I've never been a serious Ubuntu user (or any of its derivatives), being quite happy with OpenSUSE, so installing Eeebuntu has been interesting. Fortunately the website had some decent documentation on building an install USB key (since the Eee doesn't have a CD drive). Once that was set up, it was simply a matter of booting the Eee off the USB stick and following the prompts.

The result is a modern, GNOME-based distro that can take advantage of all the Eee functionality including the Wi-Fi and webcam. It's also a very smart-looking setup with Compiz working out of the box.

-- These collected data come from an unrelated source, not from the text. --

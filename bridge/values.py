"""The value types of the record's fields: texts and URIs any output can carry, dates, quantities (pure).

Owns :class:`Quantity` (value, UCUM unit, reported decimals, the :class:`Original` value and
unit), the :class:`Measure` annotation a quantity field declares its dimension and canonical
unit with, :data:`Text` and :data:`Uri` (refusing what no output can carry), :data:`IsoDate` and
:data:`IsoDateTime` (RFC 3339 text, as the published schema says), the :class:`Filled` annotation
of what the bridge fills itself, and :func:`record`, which makes a class a part of the record
(plain immutable data) with :func:`read_as`, the one validation at the edge. ``bridge.model``
builds the record from these and re-exports them. Imports only the stdlib and pydantic.
"""

from __future__ import annotations

import re
from collections.abc import Callable
from dataclasses import dataclass, field
from datetime import date
from functools import partial
from typing import Annotated, Any, Literal, TypeVar, dataclass_transform, get_args, get_origin, get_type_hints

from pydantic import (
    AfterValidator,
    AwareDatetime,
    BeforeValidator,
    ConfigDict,
    Field,
    GetJsonSchemaHandler,
    TypeAdapter,
)
from pydantic.json_schema import JsonSchemaValue
from pydantic_core import CoreSchema, PydanticOmit

# Characters no output may carry in text: FHIR R4 strings match ^[ \r\n\t\S]+$ (ECMA-262 \s), so
# control characters and white space other than space, tab and line breaks are refused, and so
# are unpaired surrogates (not UTF-8).  # source: HL7 FHIR R4 datatypes, "string" regex
# The settings' models (``bridge.emit.settings``, ``bridge.pipeline``, ``bridge.service.settings``):
# frozen pydantic dataclasses, their field types and bounds checked by pydantic; ``bridge.config``
# adds the site's own checks and reads them from the file, the environment and flags.
SETTINGS_MODEL = ConfigDict(extra="forbid", arbitrary_types_allowed=True)

_NOT_CARRIED = re.compile(
    "[\x00-\x08\x0b\x0c\x0e-\x1f\x7f\u00a0\u1680\u2000-\u200a\u2028\u2029\u202f\u205f\u3000\ufeff\ud800-\udfff]"
)


def _carried_text(value: str) -> str:
    if not value.strip():
        raise ValueError("text with at least one visible character")
    found = _NOT_CARRIED.search(value)
    if found:
        raise ValueError(f"text without control or special white-space characters (found U+{ord(found[0]):04X})")
    return value


_WHITE_SPACE = re.compile(r"\s")


def _uri(value: str) -> str:
    if not value or _WHITE_SPACE.search(value) or _NOT_CARRIED.search(value):
        raise ValueError("a URI or OID without white space")
    return value


# The same rules as JSON Schema patterns (ECMA-262); U+0085 is white space to Python, not to ECMA-262: named.
_TEXT_PATTERN = (
    r"^[ \t\r\n]*[^\s\x00-\x1f\x7f\x85][^\x00-\x08\x0b\x0c\x0e-\x1f\x7f"
    r"\u00a0\u1680\u2000-\u200a\u2028\u2029\u202f\u205f\u3000\ufeff]*$"
)
_URI_PATTERN = r"^[^\s\x00-\x1f\x7f\x85]+$"
Text = Annotated[str, Field(min_length=1, json_schema_extra={"pattern": _TEXT_PATTERN}), AfterValidator(_carried_text)]
Uri = Annotated[str, Field(min_length=1, json_schema_extra={"pattern": _URI_PATTERN}), AfterValidator(_uri)]
# Dates, date-times: text as RFC 3339 5.6 writes them, offsets within 14 h (source: HL7 FHIR R4 dateTime regex)
_DATE = r"[0-9]{4}-(0[1-9]|1[0-2])-(0[1-9]|[12][0-9]|3[01])"
_TIME = r"([01][0-9]|2[0-3]):[0-5][0-9]:[0-5][0-9](\.[0-9]+)?"
DATE_PATTERN = f"^{_DATE}$"
DATE_TIME_PATTERN = f"^{_DATE}[Tt]{_TIME}([Zz]|[+-]((0[0-9]|1[0-3]):[0-5][0-9]|14:00))$"
_DATE_TIME_EXPECTED = "a date-time with a UTC offset between -14:00 and +14:00 (e.g. 2026-03-02T09:15:00+01:00)"


def _text_in(pattern: re.Pattern[str], expected: str, value: object) -> object:
    """Text in ``pattern``, or a date built in Python; never a number (pydantic takes seconds since 1970)."""
    if isinstance(value, date) or (isinstance(value, str) and pattern.fullmatch(value)):
        return value
    raise ValueError(expected)


_DATE_RULE = BeforeValidator(partial(_text_in, re.compile(DATE_PATTERN), "a date YYYY-MM-DD"))
IsoDate = Annotated[date, _DATE_RULE, Field(json_schema_extra={"pattern": DATE_PATTERN})]
_DATE_TIME_RULE = BeforeValidator(partial(_text_in, re.compile(DATE_TIME_PATTERN), _DATE_TIME_EXPECTED))
IsoDateTime = Annotated[AwareDatetime, _DATE_TIME_RULE, Field(json_schema_extra={"pattern": DATE_TIME_PATTERN})]


@dataclass(frozen=True, slots=True)
class Filled:
    """Annotation: a field the bridge fills while it reads (left out of the schema, refused in an export)."""

    def __get_pydantic_json_schema__(self, schema: CoreSchema, handler: GetJsonSchemaHandler) -> JsonSchemaValue:
        raise PydanticOmit  # the field is left out of the schema, as pydantic's SkipJsonSchema does


def filled_fields(cls: type[Any]) -> frozenset[str]:
    """The fields of the record type ``cls`` marked :class:`Filled`."""
    hints = field_types(cls)
    return frozenset(name for name, hint in hints.items() if any(isinstance(m, Filled) for m in _metadata(hint)))


def _metadata(hint: Any) -> tuple[Any, ...]:
    return tuple(getattr(hint, "__metadata__", ()))


_RECORD_CONFIG = ConfigDict(extra="forbid")  # what pydantic refuses when it reads a record at the edge
T = TypeVar("T")
R = TypeVar("R")


@dataclass_transform(frozen_default=True, kw_only_default=True, field_specifiers=(field,))
def record(cls: type[T]) -> type[T]:
    """Make ``cls`` a part of the record: plain immutable data (a frozen dataclass with slots).

    Inside the core a record is built and read as plain data, never validated again; the edge
    reads one with :func:`read_as`, which checks every field's type and bounds (pydantic) and
    refuses unknown keys.
    """
    cls.__pydantic_config__ = _RECORD_CONFIG  # type: ignore[attr-defined]
    return dataclass(frozen=True, slots=True, kw_only=True)(cls)


def once_per_type(build: Callable[[type[Any]], R]) -> Callable[[type[Any]], R]:
    """``build`` run once per record type, its result kept (``functools.cache``, which mypy refuses a class for)."""
    kept: dict[type[Any], R] = {}

    def once(cls: type[Any]) -> R:
        if cls not in kept:
            kept[cls] = build(cls)
        return kept[cls]

    return once


@once_per_type
def _adapter(cls: type[Any]) -> TypeAdapter[Any]:
    return TypeAdapter(cls)


def read_as(cls: type[T], data: object) -> T:
    """``data`` (plain dicts and lists) read as a record of type ``cls``; raises pydantic's ValidationError."""
    read: T = _adapter(cls).validate_python(data)
    return read


def plain(value: object, mode: Literal["python", "json"] = "python") -> Any:
    """A record (or a part of one) as plain dicts and lists, in field order; ``json``: JSON-ready values."""
    return _adapter(type(value)).dump_python(value, mode=mode)


def compact_json(value: object) -> str:
    """A record (or a part of one) as compact JSON text, as pydantic writes it."""
    return _adapter(type(value)).dump_json(value).decode()


def record_schema(cls: type[Any]) -> dict[str, Any]:
    """The JSON Schema (validation mode) of what :func:`read_as` accepts for ``cls``."""
    return _adapter(cls).json_schema(mode="validation")


@once_per_type
def field_types(cls: type[Any]) -> dict[str, Any]:
    """The type of each field of a record type, with its annotations (``Annotated``), in field order."""
    return get_type_hints(cls, include_extras=True)


def measure_of(hint: Any) -> Measure | None:
    """The :class:`Measure` of a field's type, also where it sits inside ``Optional[Annotated[...]]``."""
    for item in getattr(hint, "__metadata__", ()):
        if isinstance(item, Measure):
            return item
    for arg in get_args(hint):
        found = measure_of(arg) if get_origin(arg) is Annotated else None
        if found is not None:
            return found
    return None


@dataclass(frozen=True, slots=True)
class Measure:
    """Annotation on a quantity field: which dimension it has and the unit it is kept in."""

    dimension: str
    canonical_unit: str
    signed: bool = False  # may the value be negative (altitude below sea level, temperature)


@record
class Original:
    """The value and unit exactly as the source wrote them (the value as text keeps its digits)."""

    value: str
    unit: str


@record
class Quantity:
    """A value with its UCUM unit; an export writes ``{"value": 21.4, "unit": "mL/min/mm[Hg]"}``.

    The bridge fills (:class:`Filled`) ``decimals``, the digits the source reported after the point (7.460
    is emitted as 7.460; ``None`` when computed here), and ``original``, the value and unit as written.
    """

    value: Annotated[float, Field(allow_inf_nan=False, strict=True)]  # a JSON number only: not true, not "9.84"
    unit: Annotated[str, Field(min_length=1)]
    decimals: Annotated[int | None, Filled(), Field(ge=0, le=12)] = None
    original: Annotated[Original | None, Filled()] = None

    def text(self) -> str:
        """The value as text with the reported number of decimals (6 significant digits if unknown)."""
        return number_text(self.value, self.decimals)


def number_text(value: float, decimals: int | None) -> str:
    """A number with ``decimals`` digits after the point, or 6 significant digits when None."""
    return format(value, ".6g") if decimals is None else f"{value:.{decimals}f}"
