static int prompt_apply_kind(explorer_app *app, prompt_kind kind, const char *text,
                             const char *path)
{
    switch (kind) {
    case PROMPT_IMAGE:
        if (!viewmodel_set_image(app->vm, app->edit_index, text)) {
            app_status(app, 0, "image unchanged");
            return ACT_REDRAW;
        }
        app->map_edited = 1;
        app->map_action = 'S';
        app_status(app, 0, "image of %s applied (u undoes)", app->vm->names[app->edit_index]);
        return ACT_MAP | ACT_REDRAW;
    case PROMPT_GROUP:
        if (strcmp(text, app->group_text) == 0) {
            app_status(app, 0, "presentation unchanged");
            return ACT_REDRAW;
        }
        free(app->pending_group);
        app->pending_group = prompt_strdup(text);
        app->pending_cls = app->cls;
        return ACT_GROUP | ACT_REDRAW;
    case PROMPT_TITLE: {
        const char *t = text[0] ? text : "untitled";
        if (strcmp(t, app->title) == 0)
            return ACT_REDRAW;
        /* one undoable step, like an image edit */
        viewmodel_doc before, after;
        viewmodel_doc_get(&before, app->vm, app->title, app->group_text, (long)app->cls);
        viewmodel_doc_get(&after, app->vm, t, app->group_text, (long)app->cls);
        viewmodel_push_doc(app->vm, &before, &after);
        free(app->title);
        app->title = prompt_strdup(t);
        app->title_edited = 1;
        app_status(app, 0, "title set (u undoes)");
        return ACT_REDRAW;
    }
    case PROMPT_SAVE_AS:
        free(app->pending_path);
        app->pending_path = prompt_strdup(path);
        return ACT_SAVE | ACT_REDRAW;
    case PROMPT_EXPORT:
        return prompt_export_to(app, text, path);
    case PROMPT_NOTE:
        notes_apply_edit(app, text);
        return ACT_REDRAW;
    case PROMPT_ITERATE:
        screen_iterate_set_word(app, text);
        return ACT_REDRAW;
    case PROMPT_OPEN: {
        size_t tl = strlen(path);
        if (tl > 6 && !strcmp(path + tl - 6, ".jsonl")) /* scan results: the member list */
            return members_show(app, path);
        nserr_t err;
        nserr_init(err);
        session_clear(app->pending_doc);
        if (session_load(app->pending_doc, path, err) != NS_OK) {
            /* keep the prompt and the typed path, with the reason */
            app->prompt = PROMPT_OPEN;
            nserr_format(app->edit_msg, sizeof app->edit_msg, err, NULL);
            app->edit_ok = 0;
            app->edit_caret = 0;
            nserr_clear(err);
            return ACT_REDRAW;
        }
        nserr_clear(err);
        app->has_pending_doc = 1;
        free(app->pending_path);
        app->pending_path = prompt_strdup(path);
        return ACT_OPEN | ACT_REDRAW;
    }
    default:
        return ACT_REDRAW;
    }
}
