ns_status analysis_inverse_endo(endo_t out, const analysis_t A, const ns_progress_t *progress,
                                nserr_t err)
{
    ns_status st = need_valid(A, err);
    if (st == NS_OK && !A->automorphism)
        st = nserr_set(err, NS_ERR_INPUT, 0, 0, "the map is not an automorphism");
    if (st == NS_OK)
        st = endo_inverse(out, A->endo, A->nq, progress, err);
    if (st != NS_OK)
        endo_clear(out);
    return st;
}

ns_status analysis_set_inverse(analysis_t A, const ns_progress_t *progress, nserr_t err)
{
    if (!A->has_group || !A->has_map)
        return nserr_set(err, NS_ERR_INPUT, 0, 0, "the inverse needs a map");
    const char *none = NULL;
    if (!A->valid)
        none = "the map is not well defined";
    else if (!A->automorphism)
        none = "the map is not an automorphism";
    else if (!A->layers_torsion_free)
        none = "inverse maps are computed only when every layer is torsion-free";
    char **v = NULL;
    if (!none) {
        endo_t I;
        endo_init(I);
        ns_status st = endo_inverse(I, A->endo, A->nq, progress, err);
        /* an automorphism of a quotient with torsion-free layers has an
         * inverse: endo_inverse refusing it is a bug */
        if (st == NS_ERR_INPUT) {
            char why[sizeof err->msg];
            memcpy(why, err->msg, sizeof why);
            st = nserr_set(err, NS_ERR_INTERNAL, 0, 0, "inverse of an automorphism: %s", why);
        }
        if (st != NS_OK) {
            endo_clear(I);
            return st;
        }
        slong X = A->nq->pres->gens->n, n = A->nq->pcp->n;
        v = flint_malloc(FLINT_MAX(X, 1) * sizeof(char *));
        for (slong x = 0; x < X; x++)
            v[x] = (nq_elt_get_str(A->nq, I->gen_img + x * n));
        endo_clear(I);
    }
    free_strs(A->inverse_str, A->inverse_str ? A->nq->pres->gens->n : 0);
    A->inverse_str = v;
    A->inverse_reason = none;
    A->inverse_requested = 1;
    return NS_OK;
}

I took the opportunity to add some extra software that might be useful in the future, including Wireshark and Nessus.

I'm not going to pretend that the Eee is going to be my new, main machine, or that it will be heavily used on a daily basis, but it's a very capable little computer that will be far more useful with the updated OS on it. My initial foray into Eeebuntu has also been very positive. If you're looking to get something better than the default, dated Xandros version, it's worth a look.